def plan_work(plan) -> list[CovariateWork]:
    """The pieces of every covariate of a plan, with their covariate fingerprints."""
    works = []
    for cov in plan.covariates:
        units_fp = plan.unit_sets[cov.unit_key].fingerprint()
        fp = _fingerprint(cov.fingerprint(plan))
        if cov.per_period:
            tasks = [
                PieceTask(
                    start=p.start.isoformat(),
                    end=p.end.isoformat(),
                    label=p.label,
                    inputs=[(f"layer:{cov.layer_name}:{p.label}", cov.series.path(p))],
                    period=p,
                )
                for p in cov.all_periods()
            ]
            works.append(CovariateWork(cov, fp, units_fp, True, tasks))
            continue
        task = PieceTask(start=STATIC, end=STATIC, label="all", inputs=cov.piece_inputs(plan))
        works.append(CovariateWork(cov, fp, units_fp, False, [task]))
    return works


# ------------------------------------------------------------------ results
@dataclass
class RefreshResult:
    """What a refresh did.

    Attributes
    ----------
    status : str
        A key of :data:`~covextract.state.lock.EXIT_CODES`: ``success``,
        ``nothing_to_do`` or ``partial`` (computed what it could; some
        expected inputs are missing: gaps inside a series).
    computed : dict
        Covariate prefix → labels of the pieces computed (periods, or
        ``"all"`` for a covariate without periods).
    reused : dict
        Covariate prefix → number of pieces taken from the state folder.
    missing : dict
        Series layer → labels of the periods missing inside its span.
    next_expected : dict
        Series layer → label of the period after its last one.
    outputs_written : bool
        Whether the table, codebook, panel and manifest were rewritten.
    run : RunResult or None
        The table and codebook (None when there was nothing to do).
    notes : list of str
        Recoveries made on the way (rebuilt ledger, unreadable pieces).
    """

    status: str
    computed: dict
    reused: dict
    missing: dict
    next_expected: dict
    outputs_written: bool
    run: object = None
    notes: list = field(default_factory=list)

    @property
    def exit_code(self) -> int:
        """The documented exit status of the command line for this result."""
        return EXIT_CODES[self.status]

    def summary(self) -> dict:
        """A JSON-able summary (stored with the run in the ledger)."""
        return {
            "status": self.status,
            "computed": self.computed,
            "reused": self.reused,
            "missing": self.missing,
            "next_expected": self.next_expected,
            "outputs_written": self.outputs_written,
            "notes": self.notes,
        }


# ------------------------------------------------------------------ ledger
def open_ledger(state_folder) -> tuple[Ledger, str | None]:
    """Open and check the ledger; rebuild it from the pieces if it is corrupt.

    Returns
    -------
    (Ledger, str or None)
        The open ledger and, when it had to be rebuilt, what was done (also
        issued as a :class:`LedgerRebuiltWarning`). The broken file is kept
        beside it as ``ledger.sqlite.broken-<UTC time>``: nothing is lost.

    Raises
    ------
    LedgerVersionError
        The ledger was written by another covextract (another schema
        version): never rebuilt silently.
    """
    state_folder = Path(state_folder)
    try:
        ledger = Ledger(state_folder)
        try:
            ledger.check()
        except BaseException:
            ledger.close()
            raise
        return ledger, None
    except LedgerVersionError:
        raise
    except LedgerCorruptError as exc:
        path = state_folder / LEDGER_NAME
        stamp = dt.datetime.now(dt.timezone.utc).strftime("%Y%m%dT%H%M%SZ")
        broken = path.with_name(f"{path.name}.broken-{stamp}")
        os.replace(path, broken)
        rows, bad = ledger_rows_from_pieces(state_folder)
        Ledger.rebuild(path, rows)
        note = (
            f"the ledger {path} was unreadable ({exc.__class__.__name__}); it was rebuilt from "
            f"{len(rows)} piece file(s) in the state folder and the broken file kept as "
            f"{broken.name}"
            + (f"; {len(bad)} unreadable piece(s) will be computed again" if bad else "")
        )
        warnings.warn(note, LedgerRebuiltWarning, stacklevel=3)
        return Ledger(state_folder), note
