def compute_covariate(
    plan, cp, cache, *, reporter, threads=None, client=None, period_values=None
) -> CovariateOutcome:
    """Compute one covariate of a plan.

    Parameters
    ----------
    plan : Plan
    cp : CovariatePlan
    cache : WeightCache
    reporter : callable
        ``reporter(description, total_blocks) -> advance`` (or None).
    period_values : callable, optional
        For a series covariate (not ``change:``): ``period_values(periods,
        compute) -> (values, qa_per_period, builds)`` supplies the per-period
        statistics, calling ``compute(periods)`` for those it does not hold
        (the refresh keeps earlier periods on disk). Default: compute all.
    """
    from covextract.engine.zonal import zonal_units

    units = plan.unit_sets[cp.unit_key]
    src = covariate_source(plan, cp)
    geoms = units.to_crs(src.grid.crs)
    advance = _advance_for(reporter, cp, src, geoms)
    if cp.timed is not None:
        if cp.timed["kind"] == "change":
            res, values, panel = _run_change(cp, units, geoms, cache, advance, threads, client)
        else:

            def compute(periods):
                return _timed_period_stats(
                    cp, units, geoms, periods, cache, advance, threads, client
                )

            periods = timed_periods(cp)
            if period_values is None:
                vals, qa_pp, builds = compute(periods)
            else:
                vals, qa_pp, builds = period_values(periods, compute)
            res, values, panel = _timed_assemble(cp, plan, units, periods, vals, qa_pp)
            res.weights_builds = builds
        outcome = CovariateOutcome(values, res.qa, res.valid_share, panel=panel)
    elif cp.proxy is not None:
        res, values = _run_proxy(cp, src, geoms, cache, units, advance, threads, client)
        outcome = CovariateOutcome(
            values,
            res.qa,
            res.valid_share,
            fit=cp.proxy.get("fit"),
            dark_zones=cp.proxy.get("dark_zones"),
        )
    else:
        weight_by = getattr(cp.spec, "weight_by", None)
        res = zonal_units(
            src,
            geoms,
            list(cp.spec.stats) if cp.categorical is not None else cp.stats,
            progress=advance,
            categorical=_engine_categorical(cp),
            **_engine_options(
                cp,
                units,
                cache,
                threads,
                client,
                area_weighting="on" if weight_by else cp.area_weighting,
            ),
        )
        values = {
            col: res.values[s[0] if cp.categorical is not None else s.name]
            for s, col in zip(cp.stats, cp.columns, strict=True)
        }
        outcome = CovariateOutcome(values, res.qa, res.valid_share)
    outcome.weights_builds = res.weights_builds
    outcome.workers = set(res.workers)
    outcome.unknown_codes = list(res.unknown_codes or [])
    if advance is not None:
        advance(0, done=True)
    return outcome
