/** what the schema alone cannot see: keys that name nothing, revision numbers, run columns */
function crossCheck(b: JobBackup): Record<string, string> {
  const fields: Record<string, string> = {};
  const add = (path: string, message: string) => {
    if (!(path in fields)) fields[path] = message;
  };
  const people = new Set<string>();
  b.people.forEach((p, i) => (people.has(p.key) ? add(`people[${i}].key`, `repeats the key ${p.key}`) : people.add(p.key)));
  const uploadKeys = new Set<number>();
  b.uploads.forEach((u, i) => (uploadKeys.has(u.key) ? add(`uploads[${i}].key`, `repeats the key ${u.key}`) : uploadKeys.add(u.key)));
  const who = (path: string, key: string | null) => {
    if (key !== null && !people.has(key)) add(path, `names the person ${key}, who is not in the file's people`);
  };
  const uploadRef = (base: string) => (id: number, path: string) => {
    if (!uploadKeys.has(id)) add(`${base}.${path}`, `names the upload ${id}, which is not in the file's uploads`);
    return id;
  };
  who('job.createdBy', b.job.createdBy);
  b.uploads.forEach((u, i) => who(`uploads[${i}].createdBy`, u.createdBy));
  const columns = runColumns();
  b.assemblies.forEach((a, ai) => {
    const at = `assemblies[${ai}]`;
    who(`${at}.createdBy`, a.createdBy);
    const numbers = new Set<number>();
    a.revisions.forEach((r, ri) => {
      const rt = `${at}.revisions[${ri}]`;
      if (numbers.has(r.number)) add(`${rt}.number`, `repeats revision number ${r.number}`);
      if (r.parentNumber !== null && !numbers.has(r.parentNumber)) add(`${rt}.parentNumber`, `must name an earlier revision of the assembly (${r.parentNumber} is not one)`);
      numbers.add(r.number);
      who(`${rt}.author`, r.author);
      mapUploadRefs(r.model, uploadRef(`${rt}.model`));
      r.events.forEach((e, i) => who(`${rt}.events[${i}].actor`, e.actor));
      r.comments.forEach((c, i) => who(`${rt}.comments[${i}].author`, c.author));
      r.runs.forEach((run, i) => {
        const path = `${rt}.runs[${i}]`;
        who(`${path}.createdBy`, run.createdBy);
        for (const [name, value] of Object.entries(run.columns)) {
          const column = columns.get(name);
          if (!column) {
            add(`${path}.columns.${name}`, 'is not a column of a run in this version of Wallpulse');
            continue;
          }
          const type = column.getSQLType();
          if (value === null && column.notNull) add(`${path}.columns.${name}`, 'must not be empty');
          else if (value !== null && isDateColumn(type) && (typeof value !== 'string' || Number.isNaN(Date.parse(value)))) add(`${path}.columns.${name}`, 'must be a date and time (ISO 8601)');
          else if (value !== null && /int|double|float|decimal/i.test(type) && typeof value !== 'number') add(`${path}.columns.${name}`, 'must be a number');
          else if (typeof value === 'string') mapUploadRefsInText(value, uploadRef(`${path}.columns.${name}`));
          // a kept run's packed series is read back by the Report and the Shared view: it must be one
          if (name === 'packed' && value !== null && typeof value === 'object') {
            const unreadable = checkPacked(Buffer.from(value.$base64, 'base64'));
            if (unreadable) add(`${path}.columns.${name}`, unreadable.replace(/^The packed run/, 'holds a packed run that').replace(/ Keep it without its series\.$/, ''));
          }
        }
        for (const [name, column] of columns) {
          if (!(name in run.columns) && column.notNull && !column.hasDefault) add(`${path}.columns.${name}`, 'is required');
        }
      });
    });
  });
  return fields;
}

// --- import ---

/** the message of a database error without the query and its parameters */
function databaseMessage(err: unknown): string {
  const cause = (err as { cause?: unknown }).cause;
  const message = cause instanceof Error ? cause.message : err instanceof Error && !err.message.startsWith('Failed query') ? err.message : 'the database refused a row';
  return message.slice(0, 200);
}

/**
 * Write a checked backup as a new job of the team. Each person of the file who is a member
 * of the team (same e-mail) stays the author; the others become the importing person, and
 * their names are kept in a note added to the job's notes. One transaction: all or nothing.
 */
export async function restoreJob(teamId: number, importer: { id: string; name: string }, b: JobBackup, ip = ''): Promise<{ ok: true; result: RestoreResult } | BackupProblem> {
  const emails = [...new Set(b.people.map((p) => p.email.toLowerCase()))];
  const members = emails.length
    ? await db
        .select({ id: users.id, email: users.email })
        .from(users)
        .innerJoin(memberships, and(eq(memberships.userId, users.id), eq(memberships.teamId, teamId)))
        .where(inArray(users.email, emails))
    : [];
  const byEmail = new Map(members.map((m) => [m.email.toLowerCase(), m.id]));
  const userOf = new Map<string, string>();
  const reassigned: string[] = [];
  for (const p of b.people) {
    const id = byEmail.get(p.email.toLowerCase());
    if (id) userOf.set(p.key, id);
    else {
      userOf.set(p.key, importer.id);
      reassigned.push(p.name || p.email);
    }
  }
  const who = (key: string | null) => (key === null ? null : userOf.get(key)!);
  const notes = reassigned.length
    ? `${b.job.notes}${b.job.notes ? '\n\n' : ''}Restored from a backup file of ${b.exportedAt.slice(0, 10)}: the work of ${reassigned.join(', ')} (not members of this team) is recorded under ${importer.name}.`
    : b.job.notes;
  const columns = runColumns();
  const counts = { assemblies: 0, revisions: 0, runs: 0, comments: 0, uploads: 0 };

  let jobId: number;
  try {
    jobId = await db.transaction(async (tx) => {
      const now = new Date();
      const [job] = await tx
        .insert(jobs)
        .values({ teamId, name: b.job.name, reference: b.job.reference, client: b.job.client, location: b.job.location, notes, createdBy: who(b.job.createdBy), createdAt: now, updatedAt: now })
        .$returningId();
      const uploadIds = new Map<number, number>();
      for (const u of b.uploads) {
        const [row] = await tx
          .insert(uploads)
          .values({ teamId, name: u.name, fileName: u.fileName, mapping: u.mapping, series: u.series, rowCount: u.series.air.length, createdBy: who(u.createdBy), createdAt: new Date(u.createdAt) })
          .$returningId();
        uploadIds.set(u.key, row.id);
        counts.uploads++;
      }
      const uploadId = (key: number) => uploadIds.get(key)!;
      for (const a of b.assemblies) {
        const [assembly] = await tx
          .insert(assemblies)
          .values({ jobId: job.id, name: a.name, element: a.element, description: a.description, createdBy: who(a.createdBy), createdAt: new Date(a.createdAt), updatedAt: new Date(a.updatedAt) })
          .$returningId();
        counts.assemblies++;
        const revisionIds = new Map<number, number>();
        for (const r of [...a.revisions].sort((x, y) => x.number - y.number)) {
          const [rev] = await tx
            .insert(revisions)
            .values({
              assemblyId: assembly.id,
              number: r.number,
              parentId: r.parentNumber === null ? null : revisionIds.get(r.parentNumber)!,
              model: mapUploadRefs(r.model, uploadId),
              note: r.note,
              state: r.state,
              authorId: who(r.author),
              createdAt: new Date(r.createdAt),
            })
            .$returningId();
          revisionIds.set(r.number, rev.id);
          counts.revisions++;
          for (const e of r.events) {
            await tx.insert(revisionEvents).values({ revisionId: rev.id, fromState: e.fromState, toState: e.toState, actorId: who(e.actor), note: e.note, createdAt: new Date(e.createdAt) });
          }
          for (const c of r.comments) {
            await tx.insert(comments).values({ revisionId: rev.id, authorId: who(c.author), body: c.body, createdAt: new Date(c.createdAt) });
            counts.comments++;
          }
          for (const run of r.runs) {
            // written as stored: the column names of the file, values decoded only from the file's own encodings
            const names = ['revision_id', 'created_by'];
            const values: unknown[] = [rev.id, who(run.createdBy)];
            for (const [name, value] of Object.entries(run.columns)) {
              const type = columns.get(name)!.getSQLType();
              names.push(name);
              if (value !== null && typeof value === 'object') values.push(Buffer.from(value.$base64, 'base64'));
              else if (typeof value === 'string' && isDateColumn(type)) values.push(new Date(value));
              else if (typeof value === 'string') values.push(mapUploadRefsInText(value, uploadId));
              else values.push(value);
            }
            for (const [name, column] of columns) {
              if (!names.includes(name) && column.defaultFn) {
                names.push(name);
                values.push(column.defaultFn());
              }
            }
            await tx.execute(
              sql`insert into ${runs} (${sql.join(
                names.map((n) => sql.identifier(n)),
                sql`, `,
              )}) values (${sql.join(
                values.map((v) => sql`${v}`),
                sql`, `,
              )})`,
            );
            counts.runs++;
          }
        }
      }
      return job.id;
    });
  } catch (err) {
    return problem(422, 'not_restored', `The backup could not be written (${databaseMessage(err)}); ${NOTHING}.`);
  }

  // after the transaction: the audit row never holds a second connection while one is open
  await audit({ action: 'job_restored', teamId, actorId: importer.id, target: `job:${jobId}`, detail: { from: b.source, exportedAt: b.exportedAt, counts, reassigned }, ip });
  return { ok: true, result: { job: { id: jobId, name: b.job.name, teamId }, counts, reassigned } };
}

┄┄┄┄┄┄┄┄┄┄

■ **What to produce**
Could you copy out every line in the listing where the word "schema" appears?

■ **Written answer**
        The ledger was written by another covextract (another schema
/** what the schema alone cannot see: keys that name nothing, revision numbers, run columns */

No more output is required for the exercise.